Reproduce the entries below exactly, but only from the line containing "np.asarray(model.liquid_enthalpy(T, p.P, p.x))" to the line containing "def _step(c: _Columns, d: Array, size: Array)", inclusive.

» Records contained in a dataset

*-*-*

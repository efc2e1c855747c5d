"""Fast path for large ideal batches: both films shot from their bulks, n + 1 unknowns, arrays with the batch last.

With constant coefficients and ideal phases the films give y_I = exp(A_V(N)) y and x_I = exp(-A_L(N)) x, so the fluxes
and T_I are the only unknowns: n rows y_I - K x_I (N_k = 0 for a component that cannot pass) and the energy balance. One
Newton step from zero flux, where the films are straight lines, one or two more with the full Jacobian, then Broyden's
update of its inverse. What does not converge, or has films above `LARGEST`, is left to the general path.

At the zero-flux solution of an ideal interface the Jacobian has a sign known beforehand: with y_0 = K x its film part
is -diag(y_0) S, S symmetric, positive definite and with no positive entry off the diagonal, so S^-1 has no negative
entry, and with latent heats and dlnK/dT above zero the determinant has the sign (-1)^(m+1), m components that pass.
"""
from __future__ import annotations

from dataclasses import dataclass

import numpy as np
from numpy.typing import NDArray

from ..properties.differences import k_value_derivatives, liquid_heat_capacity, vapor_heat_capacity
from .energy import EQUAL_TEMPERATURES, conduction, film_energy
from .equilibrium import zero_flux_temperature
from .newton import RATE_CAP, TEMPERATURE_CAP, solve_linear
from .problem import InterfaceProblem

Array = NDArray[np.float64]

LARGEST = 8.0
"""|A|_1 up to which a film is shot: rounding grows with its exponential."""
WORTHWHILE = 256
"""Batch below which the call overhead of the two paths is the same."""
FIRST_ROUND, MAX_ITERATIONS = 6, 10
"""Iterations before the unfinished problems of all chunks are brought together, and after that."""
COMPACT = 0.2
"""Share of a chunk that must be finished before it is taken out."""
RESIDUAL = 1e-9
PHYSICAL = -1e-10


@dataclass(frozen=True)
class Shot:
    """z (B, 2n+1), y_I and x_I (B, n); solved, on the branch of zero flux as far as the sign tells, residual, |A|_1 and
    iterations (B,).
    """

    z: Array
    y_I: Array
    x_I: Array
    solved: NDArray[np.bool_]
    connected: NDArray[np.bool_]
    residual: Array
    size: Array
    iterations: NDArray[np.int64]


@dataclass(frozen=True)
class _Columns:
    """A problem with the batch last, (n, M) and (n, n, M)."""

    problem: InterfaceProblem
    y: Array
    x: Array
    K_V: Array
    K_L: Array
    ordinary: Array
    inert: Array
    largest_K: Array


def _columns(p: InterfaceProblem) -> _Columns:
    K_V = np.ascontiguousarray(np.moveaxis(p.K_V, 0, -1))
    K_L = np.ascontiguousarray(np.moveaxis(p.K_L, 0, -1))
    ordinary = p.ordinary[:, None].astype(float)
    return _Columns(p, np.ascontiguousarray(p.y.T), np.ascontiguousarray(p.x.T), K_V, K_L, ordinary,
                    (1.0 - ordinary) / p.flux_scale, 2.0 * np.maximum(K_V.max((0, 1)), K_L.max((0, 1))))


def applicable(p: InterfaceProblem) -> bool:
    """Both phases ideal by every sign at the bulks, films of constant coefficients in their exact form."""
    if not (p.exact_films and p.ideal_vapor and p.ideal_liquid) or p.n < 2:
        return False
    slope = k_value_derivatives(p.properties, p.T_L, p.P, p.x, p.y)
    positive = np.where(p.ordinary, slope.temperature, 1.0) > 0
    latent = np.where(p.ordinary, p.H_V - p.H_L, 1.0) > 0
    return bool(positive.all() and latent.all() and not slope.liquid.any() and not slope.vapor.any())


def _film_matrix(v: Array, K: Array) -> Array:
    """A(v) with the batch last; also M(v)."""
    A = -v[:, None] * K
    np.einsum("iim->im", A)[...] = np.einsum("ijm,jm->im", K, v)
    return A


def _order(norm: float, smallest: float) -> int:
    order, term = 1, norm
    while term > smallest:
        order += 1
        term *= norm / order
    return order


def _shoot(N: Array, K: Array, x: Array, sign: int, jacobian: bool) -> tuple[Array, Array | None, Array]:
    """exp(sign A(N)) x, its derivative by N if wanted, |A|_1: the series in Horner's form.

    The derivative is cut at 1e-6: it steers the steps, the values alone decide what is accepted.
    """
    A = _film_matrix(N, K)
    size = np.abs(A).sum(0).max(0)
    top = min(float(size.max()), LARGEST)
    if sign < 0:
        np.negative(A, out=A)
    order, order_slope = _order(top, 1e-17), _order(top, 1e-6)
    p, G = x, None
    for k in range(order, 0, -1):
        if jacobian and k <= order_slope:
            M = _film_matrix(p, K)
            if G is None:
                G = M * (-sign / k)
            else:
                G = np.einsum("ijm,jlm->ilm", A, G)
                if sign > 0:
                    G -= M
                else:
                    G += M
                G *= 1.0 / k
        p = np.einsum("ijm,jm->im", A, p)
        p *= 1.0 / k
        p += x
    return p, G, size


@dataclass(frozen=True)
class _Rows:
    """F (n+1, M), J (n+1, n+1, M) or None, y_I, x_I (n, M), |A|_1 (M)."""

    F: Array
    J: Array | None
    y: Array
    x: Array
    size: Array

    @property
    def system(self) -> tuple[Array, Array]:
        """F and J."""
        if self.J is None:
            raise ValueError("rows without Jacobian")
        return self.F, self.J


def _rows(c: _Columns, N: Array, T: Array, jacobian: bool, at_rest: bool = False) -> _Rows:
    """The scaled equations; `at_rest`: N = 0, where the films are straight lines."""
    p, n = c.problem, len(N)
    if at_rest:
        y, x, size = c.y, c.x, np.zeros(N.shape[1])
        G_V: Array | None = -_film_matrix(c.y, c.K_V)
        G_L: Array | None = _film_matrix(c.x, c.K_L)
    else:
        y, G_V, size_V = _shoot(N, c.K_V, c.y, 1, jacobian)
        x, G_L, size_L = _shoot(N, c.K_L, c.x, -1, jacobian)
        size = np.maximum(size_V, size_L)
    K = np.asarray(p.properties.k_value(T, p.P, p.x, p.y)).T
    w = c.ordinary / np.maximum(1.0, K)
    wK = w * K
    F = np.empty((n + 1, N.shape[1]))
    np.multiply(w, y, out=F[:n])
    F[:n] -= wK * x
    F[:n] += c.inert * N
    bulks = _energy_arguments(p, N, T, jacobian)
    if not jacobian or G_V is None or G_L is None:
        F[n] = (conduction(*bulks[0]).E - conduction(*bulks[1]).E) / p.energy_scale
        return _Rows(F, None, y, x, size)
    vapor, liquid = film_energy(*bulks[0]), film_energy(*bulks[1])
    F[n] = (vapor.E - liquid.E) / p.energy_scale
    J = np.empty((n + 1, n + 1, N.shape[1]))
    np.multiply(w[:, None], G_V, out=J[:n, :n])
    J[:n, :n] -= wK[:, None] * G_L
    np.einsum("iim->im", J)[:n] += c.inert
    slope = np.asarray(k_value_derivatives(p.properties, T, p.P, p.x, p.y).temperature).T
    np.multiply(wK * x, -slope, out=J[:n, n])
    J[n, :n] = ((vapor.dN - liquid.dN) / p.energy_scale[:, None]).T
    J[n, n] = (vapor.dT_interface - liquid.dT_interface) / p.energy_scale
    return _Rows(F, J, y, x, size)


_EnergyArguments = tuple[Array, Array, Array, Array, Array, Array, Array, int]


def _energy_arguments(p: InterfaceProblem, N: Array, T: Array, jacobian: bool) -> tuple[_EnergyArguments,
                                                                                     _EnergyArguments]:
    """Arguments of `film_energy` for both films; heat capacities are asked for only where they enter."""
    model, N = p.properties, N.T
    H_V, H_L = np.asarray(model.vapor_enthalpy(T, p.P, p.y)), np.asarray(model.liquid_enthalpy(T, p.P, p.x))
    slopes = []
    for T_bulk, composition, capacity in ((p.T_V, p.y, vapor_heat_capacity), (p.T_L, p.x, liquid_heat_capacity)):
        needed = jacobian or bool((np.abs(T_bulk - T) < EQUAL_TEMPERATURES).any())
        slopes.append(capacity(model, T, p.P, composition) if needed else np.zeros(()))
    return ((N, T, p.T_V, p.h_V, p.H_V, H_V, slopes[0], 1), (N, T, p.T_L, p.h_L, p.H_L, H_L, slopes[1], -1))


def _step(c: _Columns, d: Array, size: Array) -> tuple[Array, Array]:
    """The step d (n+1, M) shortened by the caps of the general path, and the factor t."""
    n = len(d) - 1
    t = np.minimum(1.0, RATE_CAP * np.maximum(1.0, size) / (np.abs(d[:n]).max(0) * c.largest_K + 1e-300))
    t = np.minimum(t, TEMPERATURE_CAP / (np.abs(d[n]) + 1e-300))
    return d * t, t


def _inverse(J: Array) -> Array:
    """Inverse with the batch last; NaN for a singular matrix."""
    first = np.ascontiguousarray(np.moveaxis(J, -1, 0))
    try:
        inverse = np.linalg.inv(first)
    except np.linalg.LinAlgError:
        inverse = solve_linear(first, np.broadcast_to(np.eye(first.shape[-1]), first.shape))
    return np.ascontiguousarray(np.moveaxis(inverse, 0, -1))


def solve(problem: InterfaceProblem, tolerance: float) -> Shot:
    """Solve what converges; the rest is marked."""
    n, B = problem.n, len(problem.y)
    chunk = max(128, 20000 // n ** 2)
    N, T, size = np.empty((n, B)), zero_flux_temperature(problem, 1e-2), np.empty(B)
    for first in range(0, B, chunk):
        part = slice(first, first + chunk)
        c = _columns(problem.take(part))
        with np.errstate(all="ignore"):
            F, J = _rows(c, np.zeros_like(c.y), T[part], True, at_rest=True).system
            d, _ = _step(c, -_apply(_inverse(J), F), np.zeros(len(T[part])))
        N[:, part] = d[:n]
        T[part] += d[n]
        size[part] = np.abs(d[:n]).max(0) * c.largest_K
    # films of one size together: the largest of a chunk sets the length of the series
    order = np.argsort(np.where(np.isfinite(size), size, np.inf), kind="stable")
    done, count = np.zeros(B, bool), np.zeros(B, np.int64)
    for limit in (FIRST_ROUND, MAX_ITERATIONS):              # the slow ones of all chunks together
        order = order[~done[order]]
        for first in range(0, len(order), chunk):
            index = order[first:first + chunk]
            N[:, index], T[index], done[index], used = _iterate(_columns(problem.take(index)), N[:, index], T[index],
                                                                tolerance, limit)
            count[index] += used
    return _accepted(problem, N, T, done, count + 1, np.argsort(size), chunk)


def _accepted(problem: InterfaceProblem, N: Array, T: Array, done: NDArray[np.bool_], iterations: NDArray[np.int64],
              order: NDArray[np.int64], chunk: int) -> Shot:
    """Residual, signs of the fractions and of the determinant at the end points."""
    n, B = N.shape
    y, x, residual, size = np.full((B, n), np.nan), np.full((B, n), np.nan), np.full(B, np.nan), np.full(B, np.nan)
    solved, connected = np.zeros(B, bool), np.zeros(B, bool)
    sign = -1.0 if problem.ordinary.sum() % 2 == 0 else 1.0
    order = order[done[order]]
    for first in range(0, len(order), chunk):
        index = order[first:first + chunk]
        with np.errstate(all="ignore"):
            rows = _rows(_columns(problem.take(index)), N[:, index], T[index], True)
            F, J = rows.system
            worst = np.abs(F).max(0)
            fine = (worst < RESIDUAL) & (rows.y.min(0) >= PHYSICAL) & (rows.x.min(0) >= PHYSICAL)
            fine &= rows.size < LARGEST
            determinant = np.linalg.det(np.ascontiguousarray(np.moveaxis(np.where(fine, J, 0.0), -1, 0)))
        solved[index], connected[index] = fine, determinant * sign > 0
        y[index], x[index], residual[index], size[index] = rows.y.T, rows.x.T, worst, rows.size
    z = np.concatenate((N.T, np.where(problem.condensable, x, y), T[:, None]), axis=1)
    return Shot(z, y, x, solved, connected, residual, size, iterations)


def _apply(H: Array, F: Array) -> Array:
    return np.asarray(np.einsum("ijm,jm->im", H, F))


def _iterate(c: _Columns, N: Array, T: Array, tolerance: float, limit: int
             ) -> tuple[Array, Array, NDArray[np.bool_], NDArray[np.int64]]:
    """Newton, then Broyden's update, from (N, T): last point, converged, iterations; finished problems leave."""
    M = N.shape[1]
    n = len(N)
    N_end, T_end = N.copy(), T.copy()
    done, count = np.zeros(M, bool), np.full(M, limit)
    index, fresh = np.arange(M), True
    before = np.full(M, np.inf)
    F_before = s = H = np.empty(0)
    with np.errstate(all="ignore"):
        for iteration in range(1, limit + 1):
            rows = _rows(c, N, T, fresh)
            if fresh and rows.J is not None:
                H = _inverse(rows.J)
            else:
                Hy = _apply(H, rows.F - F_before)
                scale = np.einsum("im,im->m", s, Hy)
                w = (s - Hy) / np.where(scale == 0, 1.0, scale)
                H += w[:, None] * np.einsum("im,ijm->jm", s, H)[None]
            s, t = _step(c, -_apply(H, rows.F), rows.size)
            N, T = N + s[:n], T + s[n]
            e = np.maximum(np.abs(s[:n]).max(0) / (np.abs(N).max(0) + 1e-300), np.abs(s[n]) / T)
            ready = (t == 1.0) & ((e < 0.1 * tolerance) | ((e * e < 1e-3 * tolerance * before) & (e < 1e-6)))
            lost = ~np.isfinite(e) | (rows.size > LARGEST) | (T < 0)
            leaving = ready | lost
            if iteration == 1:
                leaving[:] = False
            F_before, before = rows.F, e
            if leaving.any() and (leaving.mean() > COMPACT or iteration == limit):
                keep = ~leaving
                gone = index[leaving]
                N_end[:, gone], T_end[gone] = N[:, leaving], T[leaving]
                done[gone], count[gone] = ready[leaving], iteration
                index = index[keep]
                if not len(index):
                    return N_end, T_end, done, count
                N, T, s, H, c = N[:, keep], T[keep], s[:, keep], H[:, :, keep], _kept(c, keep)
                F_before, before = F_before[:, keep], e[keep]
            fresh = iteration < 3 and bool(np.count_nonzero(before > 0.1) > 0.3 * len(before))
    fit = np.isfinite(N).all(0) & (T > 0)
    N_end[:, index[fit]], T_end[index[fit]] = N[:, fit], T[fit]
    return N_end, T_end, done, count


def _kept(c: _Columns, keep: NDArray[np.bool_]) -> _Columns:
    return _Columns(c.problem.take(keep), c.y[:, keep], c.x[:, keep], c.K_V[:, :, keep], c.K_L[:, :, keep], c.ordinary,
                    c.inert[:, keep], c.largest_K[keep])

*-*-*

» Result
    H_V, H_L = np.asarray(model.vapor_enthalpy(T, p.P, p.y)), np.asarray(model.liquid_enthalpy(T, p.P, p.x))
    slopes = []
    for T_bulk, composition, capacity in ((p.T_V, p.y, vapor_heat_capacity), (p.T_L, p.x, liquid_heat_capacity)):
        needed = jacobian or bool((np.abs(T_bulk - T) < EQUAL_TEMPERATURES).any())
        slopes.append(capacity(model, T, p.P, composition) if needed else np.zeros(()))
    return ((N, T, p.T_V, p.h_V, p.H_V, H_V, slopes[0], 1), (N, T, p.T_L, p.h_L, p.H_L, H_L, slopes[1], -1))


def _step(c: _Columns, d: Array, size: Array) -> tuple[Array, Array]:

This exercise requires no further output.